Copy every line of the data that contains the string "findModel".

(Collected data)
++++++

import { findModel } from '../../models/registry.js';
import { formatFixed, formatNumber, traitUnitLabel, unitLabel } from '../units.js';
import type { EstimateView, LineageView, ModelView } from './document-view.js';
import { intervalCaution } from './cautions.js';
import { escapeHtml, exactValue } from './html.js';

function numberCell(field: string, value: number | null, text: string): string {
  return `<td class="number" data-field="${field}" data-value="${exactValue(value)}">${escapeHtml(text)}</td>`;
}

/**
 * The model-support table of one lineage: K, logL, AICc, ΔAICc and Akaike
 * weight per model, with a weight bar, the best model marked in words and
 * models not compared shown as such. Every number cell carries
 * `data-field` and `data-value` (the exact double from fit.json) so the
 * page can be checked against the document.
 */
export function supportTable(lineage: LineageView): string {
  const rows = lineage.models.map((model) => {
    const best = model.id === lineage.best_model;
    const weight = model.weight;
    const bar = weight === null ? '' : `<span class="bar-track" aria-hidden="true"><span class="bar" style="width:${(weight * 100).toFixed(1)}%"></span></span>`;
    const status = best ? '<strong>best supported</strong>' : model.compared ? '' : escapeHtml(model.not_compared_reason ?? 'not compared');
    return `<tr data-model="${escapeHtml(model.id)}" class="${best ? 'best' : model.compared ? '' : 'not-compared'}">`
      + `<td>${escapeHtml(model.label)}</td>`
      + numberCell('k', model.k, String(model.k))
      + numberCell('logLik', model.logLik, formatFixed(model.logLik, 3))
      + numberCell('aicc', model.aicc, formatFixed(model.aicc, 3))
      + numberCell('delta_aicc', model.delta_aicc, formatFixed(model.delta_aicc, 3))
      + `<td class="number" data-field="weight" data-value="${exactValue(weight)}">${weight === null ? '—' : weight.toFixed(3)}${bar}</td>`
      + `<td>${status}</td></tr>`;
  });
  return `<table class="support" aria-label="model support">
<thead><tr><th>model</th><th class="number">K</th><th class="number">logL</th><th class="number">AICc</th><th class="number">ΔAICc</th><th class="number">Akaike weight</th><th></th></tr></thead>
<tbody>
${rows.join('\n')}
</tbody></table>`;
}

function intervalText(estimate: EstimateView): string {
  const lower = estimate.lower === null ? (estimate.lower_at_bound ? 'open' : '—') : formatNumber(estimate.lower);
  const upper = estimate.upper === null ? (estimate.upper_at_bound ? 'open' : '—') : formatNumber(estimate.upper);
  return `[${lower}, ${upper}]`;
}

function boundText(estimate: EstimateView): string {
  if (!estimate.at_bound) return '';
  return estimate.at_bound === 'zero' ? 'at the bound 0' : `at the ${estimate.at_bound} limit`;
}

function unitOf(modelId: string, name: string, lineage: LineageView): string {
  const spec = findModel(modelId)?.parameters.find((parameter) => parameter.name === name);
  const logged = lineage.transform === 'ln';
  // Without a trait unit: "ln units" / "trait units", as before --trait-unit existed.
  const traitLabel = traitUnitLabel(lineage.trait_unit, logged, logged ? 'ln units' : 'trait units');
  if (!spec) return name === 'half_life' ? lineage.time_unit : '';
  return unitLabel(spec.unit, lineage.time_unit, traitLabel);
}

function extraText(model: ModelView): string {
  const known = new Set(['id', 'label', 'k', 'logLik', 'aicc', 'delta_aicc', 'weight', 'converged', 'compared', 'not_compared_reason', 'interval_method', 'params', 'derived', 'flags']);
  const extras = Object.entries(model).filter(([key]) => !known.has(key));
  return extras.map(([key, value]) => `${key}: ${typeof value === 'string' ? value : JSON.stringify(value)}`).join('; ');
}

/** The estimates of every fitted model with their 95% intervals, units and bound flags. */
export function estimatesTable(lineage: LineageView): string {
  const rows: string[] = [];
  for (const model of lineage.models) {
    if (!model.converged) {
      rows.push(`<tr data-model="${escapeHtml(model.id)}"><td>${escapeHtml(model.label)}</td><td colspan="5">${escapeHtml(model.not_compared_reason ?? 'not fitted')}</td></tr>`);
      continue;
    }
    const entries = [...Object.entries(model.params), ...Object.entries(model.derived)];
    entries.forEach(([name, estimate], index) => {
      rows.push(`<tr data-model="${escapeHtml(model.id)}" data-parameter="${escapeHtml(name)}">`
        + (index === 0 ? `<td rowspan="${entries.length}">${escapeHtml(model.label)}</td>` : '')
        + `<td><code>${escapeHtml(name)}</code></td>`
        + numberCell('estimate', estimate.estimate, formatNumber(estimate.estimate))
        + `<td class="number">${escapeHtml(intervalText(estimate))}</td>`
        + `<td>${escapeHtml(unitOf(model.id, name, lineage))}</td>`
        + `<td>${escapeHtml(boundText(estimate))}</td></tr>`);
    });
    const extra = extraText(model);
    if (extra) rows.push(`<tr data-model="${escapeHtml(model.id)}"><td></td><td colspan="5" class="note">${escapeHtml(extra)}</td></tr>`);
  }
  const methods = [...new Set(lineage.models.filter((model) => model.converged).map((model) => model.interval_method))];
  return `<table class="estimates" aria-label="estimates">
<thead><tr><th>model</th><th>parameter</th><th class="number">estimate</th><th class="number">95% interval</th><th>unit</th><th>note</th></tr></thead>
<tbody>
${rows.join('\n')}
</tbody></table>
<p class="note">Intervals: ${escapeHtml(methods.join(', ') || 'none')}; "open" means the interval reaches a bound or limit of the parameter at that end. ${escapeHtml(intervalCaution)}</p>`;
}
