import { formatNumber } from '../units.js';
import { escapeHtml, exactValue } from './html.js';

type Json = unknown;

function isRecord(value: Json): value is Record<string, Json> {
  return value !== null && typeof value === 'object' && !Array.isArray(value);
}

function scalarText(value: Json): string {
  if (value === null || value === undefined) return '—';
  if (typeof value === 'number') return formatNumber(value);
  if (typeof value === 'boolean') return value ? 'yes' : 'no';
  if (typeof value === 'string') return value;
  if (Array.isArray(value) && value.every((entry) => entry === null || typeof entry !== 'object')) return value.map(scalarText).join(', ');
  return JSON.stringify(value);
}

function isScalar(value: Json): boolean {
  return value === null || typeof value !== 'object' || (Array.isArray(value) && value.every((entry) => entry === null || typeof entry !== 'object'));
}

function cell(value: Json, field: string): string {
  if (typeof value === 'number') return `<td class="number" data-field="${escapeHtml(field)}" data-value="${exactValue(value)}">${escapeHtml(scalarText(value))}</td>`;
  return `<td>${escapeHtml(scalarText(value))}</td>`;
}

/** A table of a list of flat records: one column per scalar field, in order of first appearance. */
export function recordsTable(records: readonly Record<string, Json>[], label: string): string {
  const columns: string[] = [];
  for (const record of records) for (const [key, value] of Object.entries(record)) if (isScalar(value) && !columns.includes(key)) columns.push(key);
  const head = columns.map((column) => `<th>${escapeHtml(column.replace(/_/g, ' '))}</th>`).join('');
  const body = records.map((record) => `<tr>${columns.map((column) => cell(record[column], column)).join('')}</tr>`).join('\n');
  const nested = records.flatMap((record) => Object.entries(record).filter(([, value]) => !isScalar(value)));
  return `<table aria-label="${escapeHtml(label)}"><thead><tr>${head}</tr></thead><tbody>\n${body}\n</tbody></table>`
    + nested.map(([key, value]) => `<details><summary>${escapeHtml(key.replace(/_/g, ' '))}</summary>${jsonBlock(value, 1)}</details>`).join('');
}

/**
 * Any JSON value as readable HTML: scalars as a list of facts, lists of
 * records as tables, nested objects as sub-blocks. Used for results of
 * analyses whose exact layout the report does not know in advance, so a new
 * analysis shows up in the report as soon as its results are in the document.
 */
export function jsonBlock(value: Json, depth = 0): string {
  if (isScalar(value)) return `<p>${escapeHtml(scalarText(value))}</p>`;
  if (Array.isArray(value)) {
    if (value.every(isRecord)) return recordsTable(value as Record<string, Json>[], 'results');
    return value.map((entry) => jsonBlock(entry, depth + 1)).join('');
  }
  const record = value as Record<string, Json>;
  const scalars = Object.entries(record).filter(([, entry]) => isScalar(entry));
  const nested = Object.entries(record).filter(([, entry]) => !isScalar(entry));
  const facts = scalars.length > 0
    ? `<dl class="facts">${scalars.map(([key, entry]) => `<dt>${escapeHtml(key.replace(/_/g, ' '))}</dt><dd${typeof entry === 'number' ? ` data-field="${escapeHtml(key)}" data-value="${exactValue(entry)}"` : ''}>${escapeHtml(scalarText(entry))}</dd>`).join('')}</dl>`
    : '';
  const heading = depth < 2 ? 'h4' : 'p';
  return facts + nested.map(([key, entry]) => `<${heading}><strong>${escapeHtml(key.replace(/_/g, ' '))}</strong></${heading}>${jsonBlock(entry, depth + 1)}`).join('');
}

/**
 * The comparison of sections, from the `compare --json` layout
 * (`{traits: [{trait, hypotheses: [{id, model, k, logLik, aicc, weight}]}]}`);
 * other layouts fall back to {@link jsonBlock}.
 */
export function comparisonBlock(comparison: Json): string {
  if (!isRecord(comparison) || !Array.isArray(comparison.traits)) return jsonBlock(comparison);
  const parts = (comparison.traits as Json[]).map((entry) => {
    if (!isRecord(entry) || !Array.isArray(entry.hypotheses)) return jsonBlock(entry);
    const hypotheses = (entry.hypotheses as Json[]).filter(isRecord);
    const best = hypotheses.reduce<Record<string, Json> | null>((winner, hypothesis) => (typeof hypothesis.aicc === 'number' && (winner === null || (hypothesis.aicc as number) < (winner.aicc as number)) ? hypothesis : winner), null);
    const { hypotheses: _, ...rest } = entry;
    return `<h3>${escapeHtml(String(entry.trait ?? 'trait'))}</h3>`
      + (Object.keys(rest).length > 1 ? jsonBlock(rest) : '')
      + recordsTable(hypotheses, 'section comparison')
      + (best ? `<p>Lowest AICc: <strong>${escapeHtml(String(best.id ?? ''))}</strong>${best.model ? ` ${escapeHtml(String(best.model))}` : ''}${typeof best.weight === 'number' ? ` (Akaike weight ${(best.weight as number).toFixed(3)})` : ''}.</p>` : '');
  });
  const { traits: _, ...rest } = comparison;
  return (Object.keys(rest).length > 0 ? jsonBlock(rest) : '') + parts.join('\n');
}

/**
 * Power results, from the `power --json` layout (`{grid: [{drift, p_best,
 * p_weight, p_lrt}], …}`); other layouts fall back to {@link jsonBlock}.
 */
export function powerBlock(power: Json): string {
  if (!isRecord(power) || !Array.isArray(power.grid)) return jsonBlock(power);
  const { grid, ...rest } = power;
  return (Object.keys(rest).length > 0 ? jsonBlock(rest) : '') + recordsTable((grid as Json[]).filter(isRecord), 'power');
}
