/** Which optional analyses the report shows, so the methods text can describe them. */
export interface AnalysesRun {
  readonly comparison?: boolean;
  /** The hypotheses the comparison fitted (`separate`, `shared`, `shared-offset`), when known. */
  readonly comparisonHypotheses?: readonly string[];
  /** Likelihood-ratio tests of shared against separate were reported with the comparison. */
  readonly comparisonTests?: boolean;
  /** Rates in darwins and haldanes were reported. */
  readonly rates?: boolean;
  readonly power?: PowerRun | null;
  readonly adequacy?: { readonly replicates?: number; readonly seed?: number | string } | null;
  /** The smoothed lineage mean was drawn in the figures (`--smoothed-band`). */
  readonly smoothedBand?: boolean;
}

function listInWords(items: readonly string[]): string {
  if (items.length <= 1) return items.join('');
  if (items.length === 2) return `${items[0]} and ${items[1]}`;
  return `${items.slice(0, -1).join(', ')} and ${items[items.length - 1]}`;
}

/** A count in words up to twenty (for the start of a sentence), digits beyond. */
function countWords(count: number): string {
  const words = ['no', 'one', 'two', 'three', 'four', 'five', 'six', 'seven', 'eight', 'nine', 'ten', 'eleven', 'twelve', 'thirteen', 'fourteen', 'fifteen', 'sixteen', 'seventeen', 'eighteen', 'nineteen', 'twenty'];
  return words[count] ?? String(count);
}

function plural(count: number, word: string, many = `${word}s`): string {
  return `${count} ${count === 1 ? word : many}`;
}

/**
 * The models fitted anywhere in the document, in table order, first occurrence kept.
 *
 * @example
 * const lineage = lineageFromArrays({ section: 'A', trait: 'length', time: [0, 1, 2], mean: [1, 2, 3], samplingVariance: [0.04, 0.04, 0.04] });
 * const provenance = { tool: 'stratotrend', version: '0.1.0', inputs: [{ file: 'a.csv', sha256: '0' }], options: {} };
 * const document = asFitDocument(fitDocument([fitLineage(lineage, [strictStasis, randomWalk], { intervals: false })], provenance, [], 'classic'));
 * modelsFitted(document).map((model) => model.id); // ['strict-stasis', 'random-walk']
 */
export function modelsFitted(document: FitDocumentView): ModelView[] {
  const seen = new Map<string, ModelView>();
  for (const lineage of document.lineages) for (const model of lineage.models) if (!seen.has(model.id)) seen.set(model.id, model);
  return [...seen.values()];
}

function distinct<T>(lineages: readonly LineageView[], pick: (lineage: LineageView) => T): T[] {
  return [...new Set(lineages.map(pick))];
}

/** The interval methods in the order the text describes them, with their words and sources. */
const intervalWords: Readonly<Record<string, { text: (models: string) => string; cites: readonly string[] }>> = {
  integrated: {
    text: (models) => `For ${models}, the 95% intervals are equal-tailed credible intervals of the integrated likelihood, with the location parameters integrated out under flat priors and the variance or rate parameter under a uniform prior on its square root.`,
    cites: ['bergerLiseoWolpert1999'],
  },
  adjusted: {
    text: (models) => `For ${models}, the approximate 95% confidence intervals come from the restricted (REML-type) adjusted profile likelihood, in which the location parameters not held fixed are integrated out rather than maximised over, with the cut-off χ²₁(0.95)/2 ≈ 1.92.`,
    cites: ['venzonMoolgavkar1988'],
  },
  profile: {
    text: (models) => `For ${models}, the approximate 95% confidence intervals are profile-likelihood intervals: the values of a parameter at which the log-likelihood, maximised over the other parameters, lies within χ²₁(0.95)/2 ≈ 1.92 of its maximum (an asymptotic cut-off).`,
    cites: ['venzonMoolgavkar1988'],
  },
  bootstrap: {
    text: (models) => `For ${models}, the approximate 95% confidence intervals are profile-likelihood intervals whose cut-off is the 95% quantile of the likelihood-ratio statistic over a parametric bootstrap of the fitted model.`,
    cites: ['venzonMoolgavkar1988', 'efronTibshirani1993'],
  },
};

++++++

**EXERCISE RESPONSE**
import { findModel } from '../../models/registry.js';
  const spec = findModel(modelId)?.parameters.find((parameter) => parameter.name === name);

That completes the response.